Oh, and he looked like James Stewart. Exactly like James Stewart. That was the other important thing.

James Stewart crouched down in front of her, folding his long legs underneath him, so his eyes were on a level with Sam’s. He was inspecting her pupils, she realised. Just like the police did on TV.

‘Oh dear,’ he said, quietly. ‘This really wasn’t a good idea, was it?’

He didn’t sound like James Stewart. He sounded English. Sam didn’t risk shaking her head, in case it fell off.

‘Careless use of psychotropics,’ James Stewart went on. It didn’t sound like he was lecturing her, though. It sounded like he was just stating the facts. ‘Not advisable under any circumstances. I’d leave that kind of thing to the shamen, if I were you.’ Then his face fell a little. ‘Or is it “shamans”? I can never remember.’

‘Why are you here?’ asked Sam.

He looked surprised by the question. ‘You know who I am?’
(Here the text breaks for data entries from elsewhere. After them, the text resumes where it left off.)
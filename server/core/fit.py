"""Fit the ground model to the readings in hand by maximum likelihood.

The existing readings y are jointly Gaussian under the model (docs/model.md, "Probability
model"): y ~ N(mu + X beta, K(theta) + R), with theta per unit with a thickness its spread
multiplier, practical range and nugget, plus the lag-0 correlation of adjacent units'
thicknesses, and beta the units' mean shifts (column i of X is 1 on every reading of a
boundary at or below the base of unit i). The log-likelihood

    log L = -1/2 |L^-1 (y - mu - X beta)|^2 - sum log diag L - m/2 log(2 pi),  L L^T = K + R,

is maximised over theta by L-BFGS-B (scipy.optimize.minimize, box bounds, the gradient in
closed form, see ``_Problem``) with beta profiled out: for given theta its maximum is the
generalised least-squares estimate (a least-squares solve of the whitened system), so the
search runs over theta only.

Only what the readings can tell is fitted: a unit's parameters when at least
``MIN_PROBES_UNIT`` probes read its base, an adjacent pair's correlation when at least
``MIN_PROBES_PAIR`` probes read both units' bases (and the base above, for the lower pair);
everything else keeps the model's value.
"""

from __future__ import annotations

import dataclasses
import math
from dataclasses import dataclass

import numpy as np
from scipy.linalg import LinAlgError, cholesky, lapack, lstsq, solve_triangular
from scipy.optimize import minimize

from probewise.core.correlation import correlate_unit, pairwise_distance_m
from probewise.core.field import unit_fields
from probewise.core.model import Correlation, GroundModel
from probewise.core.posterior import Observations
from probewise.core.readings import observation_moments

MIN_PROBES_UNIT = 8  # probes reading a unit's base before its parameters are fitted
MIN_PROBES_PAIR = 10  # probes reading both units before their correlation is fitted
FEW_PROBES = 30  # below this a fitted unit gets a warning that its estimates are rough
MULTIPLIER_BOUNDS = (0.05, 20.0)
NUGGET_MAX = 0.95
RHO_MAX = 0.95
LOG_2PI = math.log(2.0 * math.pi)
# The likelihood and its gradient hold several (m, m) matrices: 2,074 readings took 2 min and
# 1.2 GB (bench L with 500 CPTs). Beyond this many readings the fit uses a random subset of
# whole probes (fixed seed, so a rerun gives the same answer), and says so.
FIT_MAX_READINGS = 2_000
FIT_SUBSET_SEED = 20_240_601
PENALTY = 1e12  # minus log-likelihood of a parameter set the model cannot hold


@dataclass(frozen=True)
class UnitFit:
    """Fitted (or kept) values of one unit with a thickness; ``fitted`` says which."""

    index: int
    spread_multiplier: float
    range_m: float
    nugget: float
    mean_shift_m: float
    conceptual_range_m: float
    fitted: bool


@dataclass(frozen=True)
class FitResult:
    """The fit: per unit, the thickness correlations, both log-likelihoods and warnings.

    ``ground`` is the model with the fitted values adopted; ``pairs`` are
    ``(unit i, unit j, rho)`` with i < j (fitted adjacent pairs and any the model fixed).
    """

    units: tuple[UnitFit, ...]
    pairs: tuple[tuple[int, int, float], ...]
    log_likelihood: float
    log_likelihood_conceptual: float
    ground: GroundModel
    warnings: tuple[str, ...]


def log_likelihood(ground: GroundModel, origin: tuple[float, float], obs: Observations) -> float:
    """Joint Gaussian log-likelihood of readings under a model (Cholesky of K + R)."""
    if obs.size == 0:
        return 0.0
    mean, _, cov = observation_moments(ground, origin, obs)
    chol = cholesky(cov, lower=True, check_finite=False)
    white = solve_triangular(chol, obs.value_m - mean, lower=True, check_finite=False)
    return float(-0.5 * white @ white - np.log(np.diag(chol)).sum() - 0.5 * obs.size * LOG_2PI)


class _Problem:
    """Everything fixed while theta moves: distances, raw unit priors at the readings.

    :meth:`evaluate` gives the profiled log-likelihood and its gradient. With
    G = (alpha alpha^T - (K + R)^-1) / 2 and alpha = (K + R)^-1 r, d log L / d theta =
    sum(G * dK/d theta) (Rasmussen and Williams, Gaussian Processes for Machine Learning,
    2006, eq. 5.9); with the shifts at their GLS estimate the profiled gradient is the same
    expression (the likelihood is flat in beta there). K = sum_l (a_l a_l^T) * P_l with a_l
    the readings' loadings on field l and P_l its correlation, so each derivative costs one
    pass over an (m, m) array, not a factorisation.
    """

    def __init__(self, ground: GroundModel, origin, obs: Observations):
        self.ground = ground
        self.obs = obs
        B = ground.n_boundaries
        raw = dataclasses.replace(
            ground,
            units=tuple(
                dataclasses.replace(u, spread_multiplier=1.0, mean_shift_m=0.0)
                for u in ground.units
            ),
            thickness_correlation=(),
        )
        fields = unit_fields(raw, obs.xy, origin)
        rows = np.arange(obs.size)
        self.std = fields.std_m  # (m, B): the ranges' own stds
        self.base_mean = np.cumsum(fields.mean_m, axis=1)[rows, obs.boundary]
        self.h = pairwise_distance_m(obs.xy, obs.xy)
        self.coincident = (self.h == 0.0).astype(float)
        self.below = (obs.boundary[:, None] >= np.arange(B)[None, :]).astype(float)  # (m, B)
        self.noise = obs.noise_std_m**2
        self._cache: dict[tuple, tuple[np.ndarray, np.ndarray]] = {}

    def correlation(self, i: int, range_m: float) -> tuple[np.ndarray, np.ndarray]:
        """Unit i's correlation without nugget at the readings and its derivative in
        log range (central difference of the formula, no factorisation): ``(m, m)`` each."""
        key = (i, range_m)
        if key not in self._cache:
            if len(self._cache) > 2 * self.ground.n_boundaries:
                self._cache.clear()
            model = self.ground.units[i].correlation.model
            step = 1e-5
            up = correlate_unit(Correlation(model, range_m * math.exp(step)), self.h)
            down = correlate_unit(Correlation(model, range_m * math.exp(-step)), self.h)
            self._cache[key] = (
                correlate_unit(Correlation(model, range_m), self.h),
                (up - down) / (2.0 * step),
            )
        return self._cache[key]

    def loadings(self, mult, low) -> np.ndarray:
        """Loadings of each reading on each field: ``(m, B)``."""
        s = self.std * mult[None, :]
        rows = np.arange(self.obs.size)
        return np.cumsum(s[:, :, None] * low[None], axis=1)[rows, self.obs.boundary]

    def evaluate(self, mult, range_m, nugget, pairs, shift_free, shift_fixed, grad_of=None):
        """Profiled log-likelihood, the shifts at their GLS estimate and, when ``grad_of``
        = ``(units, pairs)`` is given, the gradient in (log multiplier, log range, nugget)
        of each listed unit then rho of each listed pair.

        Raises LinAlgError when the parameters make no valid covariance.
        """
        B = self.ground.n_boundaries
        c = _lag0(B, pairs)
        low = np.linalg.cholesky(c)
        load = self.loadings(mult, low)
        corr = [self.correlation(i, range_m[i]) for i in range(B)]
        shapes = [(1.0 - nugget[i]) * corr[i][0] + nugget[i] * self.coincident for i in range(B)]
        cov = np.zeros_like(self.h)
        for i in range(B):
            if load[:, i].any():
                cov += np.outer(load[:, i], load[:, i]) * shapes[i]
        cov[np.diag_indices_from(cov)] += self.noise
        chol = cholesky(cov, lower=True, check_finite=False)
        resid = self.obs.value_m - self.base_mean - self.below @ shift_fixed
        white = solve_triangular(chol, resid, lower=True, check_finite=False)
        shifts = shift_fixed.copy()
        cols = np.flatnonzero(shift_free)
        if len(cols):
            xw = solve_triangular(chol, self.below[:, cols], lower=True, check_finite=False)
            beta = lstsq(xw, white, check_finite=False)[0]
            white = white - xw @ beta
            shifts[cols] += beta
        m = self.obs.size
        ll = -0.5 * white @ white - np.log(np.diag(chol)).sum() - 0.5 * m * LOG_2PI
        if grad_of is None:
            return float(ll), shifts, None
        units, free_pairs = grad_of
        alpha = solve_triangular(chol, white, lower=True, trans="T", check_finite=False)
        # (K + R)^-1 from the factor (LAPACK potri): the gradient needs its elements.
        inv, info = lapack.dpotri(chol, lower=1)
        if info != 0:
            raise LinAlgError("covariance of the readings is singular")
        inv = np.tril(inv) + np.tril(inv, -1).T
        g = 0.5 * (np.outer(alpha, alpha) - inv)
        gp = [g * shapes[i] for i in range(B)]
        v = np.stack([gp[i] @ load[:, i] for i in range(B)], axis=1)  # (m, B)
        s = self.std * mult[None, :] * self.below  # (m, B): s_i at readings at or below i
        grad = []
        for i in units:
            a = load[:, i]
            # d a_l / d log m_i = s_i L_il on readings at or below boundary i
            d_mult = sum(2.0 * (s[:, i] * low[i, l]) @ v[:, l] for l in range(i + 1))
            d_range = (1.0 - nugget[i]) * (a @ ((g * corr[i][1]) @ a))
            d_nugget = a @ ((g * (self.coincident - corr[i][0])) @ a)
            grad += [d_mult, d_range, d_nugget]
        for key in free_pairs:
            step = 1e-6
            bumped = dict(((i, j), r) for i, j, r in pairs)
            bumped[key] = bumped.get(key, 0.0) + step
            d_low = (np.linalg.cholesky(_lag0(B, bumped.items(), flat=False)) - low) / step
            d_load = self.loadings(mult, d_low)
            grad.append(sum(2.0 * d_load[:, l] @ v[:, l] for l in range(B)))
        return float(ll), shifts, np.array(grad, dtype=float)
‘Yes. You’re James Stewart.’

‘Ah.’ The actor nodded. ‘All right. Just between you and me, I’m here because you’re vulnerable. You’ve made a serious pharmaceutical error, and now you’re open to… well, all sorts of signals. All sorts of transmissions.

Sam wasn’t sure what to say to that. She’d read in some magazine or other that you could have your entire personality changed while you were on hallucinogenics, if you were exposed to a strong enough stimulus. There was this case of a gay man turning straight… or was it the other way round? Either way, that was why Sam had come up to the attic in the first place, just she and her friends. No bad influences. No television. No radio.